I picked The Wall, because I think it would be the biggest production show.

For musicianship, I'd say Rush. For pure energy, probably The Boss.

The Beach Boys, Stones, Who, Sabbath - meh. 30 years ago maybe, in some cases 40 (or never, in the case of the Beaches). The Who would be my pick in this group, but Quadrophenia isn't my favourite of their work and Pete doesn't crank it up like he used to. Sabbath could be a bad joke, not saying it will be, but Ozzy just doesn't excite me. Stones should just retire already. 

VH, you just don't know what the hell yer gonna get.


----------



## torndownunit (May 14, 2006)

keto said:


> I picked The Wall, because I think it would be the biggest production show.
> 
> For musicianship, I'd say Rush. For pure energy, probably The Boss.
> 
> ...


Ya I bought Wall tickets based on rave reviews and clips I saw online. 

I am interested in Van Halen and Black Sabbath, but who knows what exactly you will get with either. Van Halen could be completely re-energized, or they could be awful.

Stones I have no interest in whatsoever. They are one of my favourite bands, but sound so watered down live that I have no interest. Unfortunately I think the Who are falling into this category as well at this point.

Beach Boys is interesting, but not enough for me to spend the cash.

I am sure the Boss would be great, but I have just never been into 20 minute speeches and never ending jams live.


----------



## GuitarsCanada (Dec 30, 2005)

Having seen the Stones about 4 times, I will skip this one. The Who as many times including Quadrophenia I would skip that one. Van Halen I seen twice the last time they were out with DLR, His voice is shot and EVH was horrendous both shows and his son is a bum, I wil skip that one as well. Rush I have seen at least a half dozen times and never been disappointed so that one would be good. Beach Boys... pass. Sabbath I caught on the last reunion tour and that was a pretty good show. Springsteen is a great show but you need a port-a-pottie cuz he will go 4 plus hours and as mentioned above at least 50 minutes of that is speeches. I seen him back on the Born In The USA tour. Pure pandemonium. 

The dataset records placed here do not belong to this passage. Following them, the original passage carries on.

impl Steps {
    fn new(steps: *const moistair_step, count: usize, results: *mut moistair_step_result) -> Result<Self, Failure> {
        if count > isize::MAX as usize / size_of::<moistair_step_result>() {
            return Err(Failure::TooLong);
        }
        if count > 0 {
            check(steps)?;
            check_optional(results)?;
        }
        Ok(Self { steps, results, count })
    }

    /// # Safety
    /// The place is below the count, the array is as long as the caller says.
    unsafe fn step(&self, place: usize) -> Result<Step, Failure> {
        // SAFETY: not null, aligned, inside the array.
        unsafe { self.steps.add(place).read() }.to_core()
    }

    /// # Safety
    /// As [`Steps::step`].
    unsafe fn take(&self, place: usize, result: StepResult) -> Result<(), Failure> {
        let result = moistair_step_result::from(result);
        if !result.is_finite() {
            return Err(Failure::Internal);
        }
        if !self.results.is_null() {
            // SAFETY: not null, aligned, inside the array.
            unsafe { self.results.add(place).write(result) };
        }
        Ok(())
    }
}

/// Takes a stream through a chain of processes and adds up heat, water and work.
///
/// entering: the stream that enters; steps: array of steps, in the order of the air; may be null for a count of 0; count: how many; results:
/// room for what each step did, count elements, may be null; ran: how many steps ran, written whenever it is given and the pointers are good,
/// also when a step fails: it is then the place of that step, and the results of those before it have been written; may be null; total: output;
/// error: may be null. Memory to be written may not overlap with any other memory of the call.
/// Returns 0, 1xx, 2xx, 3xx: the status of the first step that fails. Later steps are not run.
#[unsafe(no_mangle)]
pub unsafe extern "C" fn moistair_sequence_run(
    entering: *const moistair_wet_stream,
    steps: *const moistair_step,
    count: usize,
    results: *mut moistair_step_result,
    ran: *mut usize,
    total: *mut moistair_sequence_total,
    error: *mut moistair_error,
) -> i32 {
    let call = || {
        check_optional(ran)?;
        let steps = Steps::new(steps, count, results)?;
        // SAFETY: the caller's pointer.
        let mut sequence = Sequence::new(&unsafe { read(entering) }?.to_core()?);
        for place in 0..steps.count {
            // SAFETY: the caller's pointers and array.
            unsafe {
                write(ran, place);
                let done = sequence.pass(&steps.step(place)?)?;
                steps.take(place, done)?;
            }
        }
        // SAFETY: the caller's pointer.
        unsafe { write(ran, steps.count) };
        Ok(sequence.total().into())
    };
    // SAFETY: the caller's pointers.
    unsafe { answer(total, error, call) }
}
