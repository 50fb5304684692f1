//! Adiabatic mixing, and whether the books of a process close.

use moistair_core::Pressure;
use moistair_core::process::books::{self, Books};
use moistair_core::process::{WetStream, mixing};

use super::stream::{moistair_exchange, moistair_stream, moistair_wet_stream};
use super::{finite, mass_flow};
use crate::memory::{Answer, answer, check, read};
use crate::state::moistair_state;
use crate::status::{Failure, moistair_error};

/// Most streams that one call takes.
pub const MOISTAIR_MOST_STREAMS: i32 = 16;

/// Whether heat and water close over a process.
#[repr(C)]
#[derive(Clone, Copy, Debug)]
pub struct moistair_books {
    /// Heat out less heat in less heat exchanged [W].
    pub heat_residual: f64,
    /// Sum of the magnitudes of all heat terms [W].
    pub heat_scale: f64,
    /// What the last place of the temperatures is worth [W].
    pub heat_resolution: f64,
    /// Water out less water in less water exchanged [kg/s].
    pub water_residual: f64,
    /// Sum of the magnitudes of all water terms [kg/s].
    pub water_scale: f64,
    /// 1 if both close to rounding, else 0.
    pub close: i32,
    /// 0.
    pub reserved: i32,
}

impl From<Books> for moistair_books {
    fn from(books: Books) -> Self {
        Self {
            heat_residual: books.heat_residual.watts(),
            heat_scale: books.heat_scale.watts(),
            heat_resolution: books.heat_resolution.watts(),
            water_residual: books.water_residual.kilograms_per_second(),
            water_scale: books.water_scale.kilograms_per_second(),
            close: books.close().into(),
            reserved: 0,
        }
    }
}

impl Answer for moistair_books {
    fn is_finite(&self) -> bool {
        let heat = [self.heat_residual, self.heat_scale, self.heat_resolution];
        finite(heat) && finite([self.water_residual, self.water_scale])
    }
}

/// The streams of an array, on the stack.
struct Streams {
    streams: [WetStream; MOISTAIR_MOST_STREAMS as usize],
    count: usize,
}

impl Streams {
    /// `None` for an empty array.
    unsafe fn read(streams: *const moistair_wet_stream, count: usize) -> Result<Option<Self>, Failure> {
        if count == 0 {
            return Ok(None);
        }
        if count > MOISTAIR_MOST_STREAMS as usize {
            return Err(Failure::TooLong);
        }
        check(streams)?;
        // SAFETY: the caller's array of `count` streams.
        let stream = |i| unsafe { streams.add(i).read() }.to_core();
        let mut all = Self { streams: [stream(0)?; MOISTAIR_MOST_STREAMS as usize], count };
        for (i, place) in all.streams.iter_mut().enumerate().take(count).skip(1) {
            *place = stream(i)?;
        }
        Ok(Some(all))
    }

    fn as_slice(this: Option<&Self>) -> &[WetStream] {
        this.and_then(|all| all.streams.get(..all.count)).unwrap_or_default()
    }
}

/// Mixes streams at one pressure adiabatically, with all condensate, then phase equilibrium.
///
/// streams: the streams that enter; those without flow take no part; count: number of streams, to MOISTAIR_MOST_STREAMS; leaving: output;
/// error: may be null.
/// Returns 0, 1xx, 2xx, 205, 206, 207, 301.
#[unsafe(no_mangle)]
pub unsafe extern "C" fn moistair_mixing_adiabatic(
    streams: *const moistair_wet_stream,
    count: usize,
    leaving: *mut moistair_wet_stream,
    error: *mut moistair_error,
) -> i32 {
    let call = || {
        // SAFETY: the caller's array.
        let streams = unsafe { Streams::read(streams, count) }?;
        let streams = Streams::as_slice(streams.as_ref());
        Ok(mixing::adiabatic(streams)?.leaving.into())
    };
    // SAFETY: the caller's pointers.
    unsafe { answer(leaving, error, call) }
}

/// Mixes streams adiabatically at a given outlet pressure.
///
/// streams: the streams that enter; those without flow take no part; count: number of streams, to MOISTAIR_MOST_STREAMS; pressure: of the
/// outlet [Pa]; freezing: MOISTAIR_FREEZING_EQUILIBRIUM or MOISTAIR_FREEZING_SUPERCOOLED; leaving: output; error: may be null.
/// Returns 0, 1xx, 2xx, 205, 207, 301.
#[unsafe(no_mangle)]
pub unsafe extern "C" fn moistair_mixing_adiabatic_at(
    streams: *const moistair_wet_stream,
    count: usize,
    pressure: f64,
    freezing: i32,
    leaving: *mut moistair_wet_stream,
    error: *mut moistair_error,
) -> i32 {
    let call = || {
        let freezing = super::stream::freezing(freezing)?;
        // SAFETY: the caller's array.
        let streams = unsafe { Streams::read(streams, count) }?;
        let streams = Streams::as_slice(streams.as_ref());
        let pressure = Pressure::from_pascals(pressure);
        Ok(mixing::adiabatic_at(streams, pressure, freezing)?.leaving.into())
    };
    // SAFETY: the caller's pointers.
    unsafe { answer(leaving, error, call) }
}

/// The stream of air that is left of a total flow when a part of it is known: the recirculated air behind measured outdoor and supply air.
///
/// total_dry_air_flow: [kg/s]; part: the known stream; air: state of the rest; rest: output; error: may be null.
/// Returns 0, 1xx, 2xx, 301 (the part is more than the total).
#[unsafe(no_mangle)]
pub unsafe extern "C" fn moistair_mixing_remainder(
    total_dry_air_flow: f64,
    part: *const moistair_stream,
    air: *const moistair_state,
    rest: *mut moistair_stream,
    error: *mut moistair_error,
) -> i32 {
    let call = || {
        // SAFETY: the caller's pointers.
        let (part, air) = unsafe { (read(part)?.to_core()?, read(air)?.to_core()?) };
        Ok(mixing::remainder(mass_flow(total_dry_air_flow), &part, air)?.into())
    };
    // SAFETY: the caller's pointers.
    unsafe { answer(rest, error, call) }
}

/// Whether heat and water close between streams that enter, one that leaves and what was exchanged.
///
/// streams: the streams that enter; those without flow take no part; count: number of streams, to MOISTAIR_MOST_STREAMS; leaving: the
/// stream that leaves; exchange: what was exchanged; books: output; error: may be null.
/// Returns 0, 1xx, 2xx.
#[unsafe(no_mangle)]
pub unsafe extern "C" fn moistair_books_balance(
    streams: *const moistair_wet_stream,
    count: usize,
    leaving: *const moistair_wet_stream,
    exchange: *const moistair_exchange,
    books: *mut moistair_books,
    error: *mut moistair_error,
) -> i32 {
    let call = || {
        // SAFETY: the caller's array.
        let streams = unsafe { Streams::read(streams, count) }?;
        let streams = Streams::as_slice(streams.as_ref());
        // SAFETY: the caller's pointers.
        let exchange = unsafe { read(exchange) }?;
        if !exchange.is_finite() {
            return Err(moistair_core::Error::NotFinite { quantity: moistair_core::Quantity::HeatFlow }.into());
        }
        // SAFETY: the caller's pointers.
        let books = books::balance(streams, &unsafe { read(leaving) }?.to_core()?, &exchange.into());
        Ok(books.into())
    };
    // SAFETY: the caller's pointers.
    unsafe { answer(books, error, call) }
}

const _: () = assert!(size_of::<moistair_books>() == 48);
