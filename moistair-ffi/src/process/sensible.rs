//! Heating and cooling at constant humidity ratio.

use moistair_core::HeatFlow;
use moistair_core::process::sensible::{self, Sensible};

use super::celsius;
use super::stream::{moistair_exchange, moistair_stream};
use crate::memory::{Answer, answer, read};
use crate::status::moistair_error;

/// What a heater or a dry cooler did.
#[repr(C)]
#[derive(Clone, Copy, Debug)]
pub struct moistair_sensible {
    /// The air that leaves.
    pub leaving: moistair_stream,
    /// Heat into the air, no water.
    pub exchange: moistair_exchange,
}

impl From<Sensible> for moistair_sensible {
    fn from(done: Sensible) -> Self {
        Self { leaving: done.leaving.into(), exchange: done.exchange.into() }
    }
}

impl Answer for moistair_sensible {
    fn is_finite(&self) -> bool {
        self.leaving.is_finite() && self.exchange.is_finite()
    }
}

/// Heats or cools to a temperature at constant humidity ratio.
///
/// entering: the stream that enters; leaving_temperature: [°C]; done: output; error: may be null.
/// Returns 0, 1xx, 2xx, 301 (saturation would be crossed: use a coil).
#[unsafe(no_mangle)]
pub unsafe extern "C" fn moistair_sensible_to_temperature(
    entering: *const moistair_stream,
    leaving_temperature: f64,
    done: *mut moistair_sensible,
    error: *mut moistair_error,
) -> i32 {
    let call = || {
        // SAFETY: the caller's pointers.
        Ok(sensible::to_temperature(&unsafe { read(entering) }?.to_core()?, celsius(leaving_temperature))?.into())
    };
    // SAFETY: the caller's pointers.
    unsafe { answer(done, error, call) }
}

/// Heats or cools by a heat flow at constant humidity ratio.
///
/// entering: the stream that enters; heat: [W], positive into the air; done: output; error: may be null.
/// Returns 0, 1xx, 2xx, 207 (heat into no air), 301 (saturation or the range of states would be crossed).
#[unsafe(no_mangle)]
pub unsafe extern "C" fn moistair_sensible_with_heat(
    entering: *const moistair_stream,
    heat: f64,
    done: *mut moistair_sensible,
    error: *mut moistair_error,
) -> i32 {
    let call = || {
        // SAFETY: the caller's pointers.
        Ok(sensible::with_heat(&unsafe { read(entering) }?.to_core()?, HeatFlow::from_watts(heat))?.into())
    };
    // SAFETY: the caller's pointers.
    unsafe { answer(done, error, call) }
}

const _: () = assert!(size_of::<moistair_sensible>() == 136);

I selected The Wall even though I have already seen it twice first time around. I have tickets to it again. Probably the best production, sound and visual experience I have been to in the last 20 years. The album is pretty darn good too.


----------



## hardasmum (Apr 23, 2008)

I'll have to pass on all. Any other options?


----------



## Morkolo (Dec 9, 2010)

Rush Clockwork Angels is the tour I would go to if I could. I want to chose Van Halen but consistency is not their forte, a drunk EVH screwing up the songs worse than I do when I play them is not worth the price of admission...


----------



## GuitarsCanada (Dec 30, 2005)

hardasmum said:


> I'll have to pass on all. Any other options?

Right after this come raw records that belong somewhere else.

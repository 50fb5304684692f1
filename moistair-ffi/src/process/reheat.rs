//! Cooling to shed water, then heating back.

use moistair_core::RelativeHumidity;
use moistair_core::columns::NAN;
use moistair_core::process::reheat::{self, Reheat};

use super::coil::moistair_cooling;
use super::sensible::moistair_sensible;
use super::stream::moistair_stream;
use crate::memory::{Answer, answer, read};
use crate::state::moistair_state;
use crate::status::moistair_error;

/// What a coil and the heater behind it did.
#[repr(C)]
#[derive(Clone, Copy, Debug)]
pub struct moistair_reheat {
    /// The coil.
    pub cooling: moistair_cooling,
    /// The heater.
    pub heating: moistair_sensible,
    /// Heat of the heater over the cooling load [1]; NaN without a load.
    pub reheat_fraction: f64,
}

impl From<Reheat> for moistair_reheat {
    fn from(done: Reheat) -> Self {
        let reheat_fraction = done.reheat_fraction().unwrap_or(NAN);
        Self { cooling: done.cooling.into(), heating: done.heating.into(), reheat_fraction }
    }
}

impl Answer for moistair_reheat {
    fn is_finite(&self) -> bool {
        self.cooling.is_finite() && self.heating.is_finite()
    }
}

/// Reaches a state by cooling to its humidity ratio, then heating. Codes restrict simultaneous heating and cooling.
///
/// entering: the stream that enters; target: the state to reach; coil_leaving_relative_humidity: [1] of the air between coil and heater,
/// 0.2 to 1; condensate: where the condensate temperature comes from, MOISTAIR_CONDENSATE_AT_…; condensate_temperature: [°C], -40 to 150,
/// read for MOISTAIR_CONDENSATE_AT_GIVEN only; done: output; error: may be null.
/// Returns 0, 1xx, 2xx, 301 (the target is moister, or cooler than the coil would leave).
#[unsafe(no_mangle)]
pub unsafe extern "C" fn moistair_reheat_to_state(
    entering: *const moistair_stream,
    target: *const moistair_state,
    coil_leaving_relative_humidity: f64,
    condensate: i32,
    condensate_temperature: f64,
    done: *mut moistair_reheat,
    error: *mut moistair_error,
) -> i32 {
    let call = || {
        let condensate = super::coil::condensate(condensate, condensate_temperature)?;
        let humidity = RelativeHumidity::from_fraction(coil_leaving_relative_humidity);
        // SAFETY: the caller's pointers.
        let (entering, target) = unsafe { (read(entering)?.to_core()?, read(target)?.to_core()?) };
        Ok(reheat::to_state(&entering, &target, humidity, condensate)?.into())
    };
    // SAFETY: the caller's pointers.
    unsafe { answer(done, error, call) }
}

const _: () = assert!(size_of::<moistair_reheat>() == 440);
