/// What a deviation has come to.
///
/// deviation: the deviation; values: output; error: may be null.
/// Returns 0, 101, 103, 106.
#[unsafe(no_mangle)]
pub unsafe extern "C" fn moistair_deviation_read(
    deviation: *const moistair_deviation,
    values: *mut moistair_deviation_values,
    error: *mut moistair_error,
) -> i32 {
    let call = || {
        // SAFETY: the caller's pointer.
        let core = unsafe { read(deviation) }?.to_core();
        let values = moistair_deviation_values {
            mean: core.mean().unwrap_or(NAN),
            root_mean_square: core.root_mean_square().unwrap_or(NAN),
            lowest: core.lowest().unwrap_or(NAN),
            highest: core.highest().unwrap_or(NAN),
            samples: core.samples(),
            refused: core.refused(),
        };
        let numbers = [values.mean, values.root_mean_square, values.lowest, values.highest];
        sound(values, &[], &numbers, core.mean().is_some())
    };
    // SAFETY: the caller's pointers.
    unsafe { answer(values, error, call) }
}

const _: () = {
    assert!(MOISTAIR_QUALITY_SLOTS == QUALITY_SLOTS && MOISTAIR_REASON_SLOTS == REASON_SLOTS);
    assert!(Quality::ALL.len() <= QUALITY_SLOTS);
    assert!(core::mem::offset_of!(moistair_period, total) == 8 && size_of::<moistair_residuals>() == 56);
};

Pretend its free and you get a limo drive to the show... must be one you would go to


----------



## ne1roc (Mar 4, 2006)

GuitarsCanada said:


> . EVH was horrendous both shows and his son is a bum,


Really????? Eddie was pretty damn good at the Toronto show last time around? Why is his son a bum?? I didn't hear any negative press on his personal life?


----------



## Sneaky (Feb 14, 2006)

The only one that remotely interests me is Waters. I will be seeing him in Toronto or Vancouver this year for sure - maybe both 

I guess I wouldn't mind seeing Rush. I'm not a big fan, but I appreciate their musicianship. Plus, I haven't seen them since sometime around 1973 in Bramalea and Acton. 

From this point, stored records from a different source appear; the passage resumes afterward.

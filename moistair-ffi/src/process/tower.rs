//! Wet cooling towers.

use moistair_core::TemperatureDifference;
use moistair_core::columns::NAN;
use moistair_core::process::tower::basin::Basin;
use moistair_core::process::tower::{self, TowerBalance, TowerWater, WaterTreatment, WaterUse};

use super::stream::{moistair_exchange, moistair_stream};
use super::{celsius, finite, mass_flow};
use crate::memory::{Answer, answer, read};
use crate::state::moistair_state;
use crate::status::moistair_error;

/// The water that a tower cools.
#[repr(C)]
#[derive(Clone, Copy, Debug)]
pub struct moistair_tower_water {
    /// Flow that enters hot [kg/s].
    pub flow: f64,
    /// Temperature of the hot water [°C], 0 to 200.
    pub hot: f64,
    /// Temperature of the cold water [°C], 0 to 200.
    pub cold: f64,
}

/// How a tower loses and renews water besides evaporation.
#[repr(C)]
#[derive(Clone, Copy, Debug)]
pub struct moistair_water_treatment {
    /// Drift over the circulating flow [1], 0 to 0.05.
    pub drift_fraction: f64,
    /// Concentration of the circulating water over that of the make-up [1], above 1.
    pub cycles_of_concentration: f64,
}

/// Evaporation, drift, blowdown and what makes up for them, all positive.
#[repr(C)]
#[derive(Clone, Copy, Debug)]
pub struct moistair_water_use {
    /// Evaporation [kg/s].
    pub evaporation: f64,
    /// Drift [kg/s].
    pub drift: f64,
    /// Blowdown [kg/s].
    pub blowdown: f64,
    /// Make-up [kg/s].
    pub make_up: f64,
    /// 1 if drift alone keeps the concentration below the one wanted, so that there is no blowdown; else 0.
    pub limited_by_drift: i32,
    /// 0.
    pub reserved: i32,
}

/// Water in circulation and what is dissolved in it; the caller keeps it from step to step.
#[repr(C)]
#[derive(Clone, Copy, Debug)]
pub struct moistair_basin {
    /// Water in basin, pipes and plant together [kg], 0.001 to 1e9.
    pub inventory: f64,
    /// Concentration [mg/kg, or any unit that the make-up's is in too], 0 to 1e6.
    pub concentration: f64,
}

/// The overall balance of a cooling tower.
#[repr(C)]
#[derive(Clone, Copy, Debug)]
pub struct moistair_tower_balance {
    /// The air that leaves.
    pub leaving: moistair_stream,
    /// Heat and water into the air.
    pub exchange: moistair_exchange,
    /// Water use.
    pub water: moistair_water_use,
    /// Heat that the water gives up, positive [W].
    pub heat_rejected: f64,
    /// Hot less cold water temperature [K].
    pub range: f64,
    /// Cold water over the wet bulb of the entering air [K].
    pub approach: f64,
    /// Range over range and approach [1]; NaN without either.
    pub effectiveness: f64,
}

impl From<WaterUse> for moistair_water_use {
    fn from(water: WaterUse) -> Self {
        Self {
            evaporation: water.evaporation.kilograms_per_second(),
            drift: water.drift.kilograms_per_second(),
            blowdown: water.blowdown.kilograms_per_second(),
            make_up: water.make_up.kilograms_per_second(),
            limited_by_drift: water.limited_by_drift.into(),
            reserved: 0,
        }
    }
}

impl From<TowerBalance> for moistair_tower_balance {
    fn from(balance: TowerBalance) -> Self {
        Self {
            leaving: balance.leaving.into(),
            exchange: balance.exchange.into(),
            water: balance.water.into(),
            heat_rejected: balance.heat_rejected.watts(),
            range: balance.range.kelvins(),
            approach: balance.approach.kelvins(),
            effectiveness: balance.effectiveness().unwrap_or(NAN),
        }
    }
}

impl From<TowerWater> for moistair_tower_water {
    fn from(water: TowerWater) -> Self {
        let TowerWater { flow, hot, cold } = water;
        Self { flow: flow.kilograms_per_second(), hot: hot.celsius(), cold: cold.celsius() }
    }
}

impl From<Basin> for moistair_basin {
    fn from(basin: Basin) -> Self {
        Self { inventory: basin.inventory(), concentration: basin.concentration() }
    }
}

impl moistair_water_use {
    fn to_core(self) -> WaterUse {
        WaterUse {
            evaporation: mass_flow(self.evaporation),
            drift: mass_flow(self.drift),
            blowdown: mass_flow(self.blowdown),
            make_up: mass_flow(self.make_up),
            limited_by_drift: self.limited_by_drift != 0,
        }
    }
}

impl moistair_tower_water {
    pub(super) fn to_core(self) -> TowerWater {
        TowerWater { flow: mass_flow(self.flow), hot: celsius(self.hot), cold: celsius(self.cold) }
    }
}

impl moistair_water_treatment {
    pub(super) fn to_core(self) -> WaterTreatment {
        let Self { drift_fraction, cycles_of_concentration } = self;
        WaterTreatment { drift_fraction, cycles_of_concentration }
    }
}

impl Answer for moistair_tower_water {
    fn is_finite(&self) -> bool {
        finite([self.flow, self.hot, self.cold])
    }
}

impl Answer for moistair_basin {
    fn is_finite(&self) -> bool {
        finite([self.inventory, self.concentration])
    }
}

impl Answer for moistair_water_use {
    fn is_finite(&self) -> bool {
        finite([self.evaporation, self.drift, self.blowdown, self.make_up])
    }
}

impl Answer for moistair_tower_balance {
    fn is_finite(&self) -> bool {
        let own = [self.heat_rejected, self.range, self.approach];
        self.leaving.is_finite() && self.exchange.is_finite() && self.water.is_finite() && finite(own)
    }
}

/// Blowdown and make-up for an evaporation; also for humidifiers with bleed.
///
/// evaporation: [kg/s], 0 to 1e6; circulating: circulating water [kg/s], 0 to 1e6; treatment: drift and concentration; water: output;
/// error: may be null.
/// Returns 0, 1xx, 2xx, 301 (one cycle of concentration).
#[unsafe(no_mangle)]
pub unsafe extern "C" fn moistair_tower_water_use(
    evaporation: f64,
    circulating: f64,
    treatment: moistair_water_treatment,
    water: *mut moistair_water_use,
    error: *mut moistair_error,
) -> i32 {
    let call = || Ok(tower::water_use(mass_flow(evaporation), mass_flow(circulating), treatment.to_core())?.into());
    // SAFETY: the caller's pointers.
    unsafe { answer(water, error, call) }
}

/// Cycles of concentration as measured: circulating water over make-up, both in one unit.
///
/// circulating, make_up: concentrations or conductivities, 0 to 1e6; cycles: output [1]; error: may be null.
/// Returns 0, 1xx, 2xx, 301 (the circulating water is not the more concentrated).
#[unsafe(no_mangle)]
pub unsafe extern "C" fn moistair_tower_cycles_of_concentration(
    circulating: f64,
    make_up: f64,
    cycles: *mut f64,
    error: *mut moistair_error,
) -> i32 {
    let call = || Ok(tower::cycles_of_concentration(circulating, make_up)?);
    // SAFETY: the caller's pointers.
    unsafe { answer(cycles, error, call) }
}

/// Evaporation by the rule of thumb 0.00153 of the circulating flow for each kelvin of range (common practice, no source); the balances give
/// from 0.0012 to 0.0023.
///
/// circulating: circulating water [kg/s], 0 to 1e6; range: [K], 0 to 200; evaporation: output [kg/s]; error: may be null.
/// Returns 0, 1xx, 2xx.
#[unsafe(no_mangle)]
pub unsafe extern "C" fn moistair_tower_evaporation_by_rule_of_thumb(
    circulating: f64,
    range: f64,
    evaporation: *mut f64,
    error: *mut moistair_error,
) -> i32 {
    let call = || {
        let range = TemperatureDifference::from_kelvins(range);
        Ok(tower::evaporation_by_rule_of_thumb(mass_flow(circulating), range)?.kilograms_per_second())
    };
    // SAFETY: the caller's pointers.
    unsafe { answer(evaporation, error, call) }
}

/// A basin after a step with steady flows; exact, so that a step may be as long as the flows are steady.
///
/// basin: as it was; seconds: 0 to 1e9; flows: of moistair_tower_water_use, or measured; make_up_concentration: in the unit of the basin's;
/// after: output, may be the same place as basin; error: may be null.
/// Returns 0, 1xx, 2xx, 301 (the concentration would leave its range).
#[unsafe(no_mangle)]
pub unsafe extern "C" fn moistair_tower_basin_after(
    basin: *const moistair_basin,
    seconds: f64,
    flows: *const moistair_water_use,
    make_up_concentration: f64,
    after: *mut moistair_basin,
    error: *mut moistair_error,
) -> i32 {
    let call = || {
        // SAFETY: the caller's pointers.
        let (basin, flows) = (unsafe { read(basin) }?, unsafe { read(flows) }?.to_core());
        Ok(Basin::new(basin.inventory, basin.concentration)?.after(seconds, &flows, make_up_concentration)?.into())
    };
    // SAFETY: the caller's pointers.
    unsafe { answer(after, error, call) }
}

/// Balance of a tower with a known air flow; the air is taken to leave saturated.
///
/// entering: the air that enters; water: the water that is cooled; treatment: drift and concentration; balance: output; error: may be null.
/// Returns 0, 1xx, 2xx, 207, 301.
#[unsafe(no_mangle)]
pub unsafe extern "C" fn moistair_tower_with_air_flow(
    entering: *const moistair_stream,
    water: moistair_tower_water,
    treatment: moistair_water_treatment,
    balance: *mut moistair_tower_balance,
    error: *mut moistair_error,
) -> i32 {
    let call = || {
        // SAFETY: the caller's pointers.
        Ok(tower::with_air_flow(&unsafe { read(entering) }?.to_core()?, water.to_core(), treatment.to_core())?.into())
    };
    // SAFETY: the caller's pointers.
    unsafe { answer(balance, error, call) }
}

/// Balance of a tower with a known leaving state: the dry-air flow that it takes.
///
/// entering: the state that enters; leaving: the state that leaves; water: the water that is cooled; treatment: drift and concentration;
/// balance: output; error: may be null.
/// Returns 0, 1xx, 2xx, 301.
#[unsafe(no_mangle)]
pub unsafe extern "C" fn moistair_tower_with_leaving_air(
    entering: *const moistair_state,
    leaving: *const moistair_state,
    water: moistair_tower_water,
    treatment: moistair_water_treatment,
    balance: *mut moistair_tower_balance,
    error: *mut moistair_error,
) -> i32 {
    let call = || {
        // SAFETY: the caller's pointers.
        let (entering, leaving) = (unsafe { read(entering) }?.to_core()?, unsafe { read(leaving) }?.to_core()?);
        Ok(tower::with_leaving_air(&entering, &leaving, water.to_core(), treatment.to_core())?.into())
    };
    // SAFETY: the caller's pointers.
    unsafe { answer(balance, error, call) }
}

const _: () = {
    assert!(size_of::<moistair_tower_water>() == 24 && size_of::<moistair_water_treatment>() == 16);
    assert!(size_of::<moistair_basin>() == 16);
    assert!(size_of::<moistair_water_use>() == 40 && size_of::<moistair_tower_balance>() == 208);
};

Last time I saw Springsteen it was a four hour show alright. Except he forgot to show up for the first 2 hours and seemed to be in a pissy mood for the 2 hours he performed. It wouldn't have been so bad, but we had floor seats, which for that tour (late 90's?) meant there were no seats on the floor. So we had to stand around and wait for well over two hours for the show to start. Of course the bar closed right on time so you couldn't even get a beer while waiting. Not a big fan of anything past Darkness anyways.

Beach Boys I saw at the CNE in the 70's and thought they were a novelty "nostalgia" act back then. I can't imagine how bored I would be now.

Stones... meh. They just don't sound that good anymore. Like a bad bar band.

Sabbath... meh. Can Ozzy still sing? Why am I thinking there will be a lot of jiggery-pokery going on with the vocals. And surely he must use a Teleprompter for the words.

The Who I still like but have seen them so many times when they were in their prime I just don't feel the need any more. On the other hand, Quadrophenia is their masterpiece, so if they come to Calgary I will probably get tickets. I hope Zach Starkey is still playing with them.

Never liked EVH, sorry. <running for cover>


----------



## buzzy (May 28, 2011)

I'd roll the dice on the Black Sabbath tour. Would be nice to see Iommi.

Rush is pretty much guaranteed to be great and that would be a very close second choice for me.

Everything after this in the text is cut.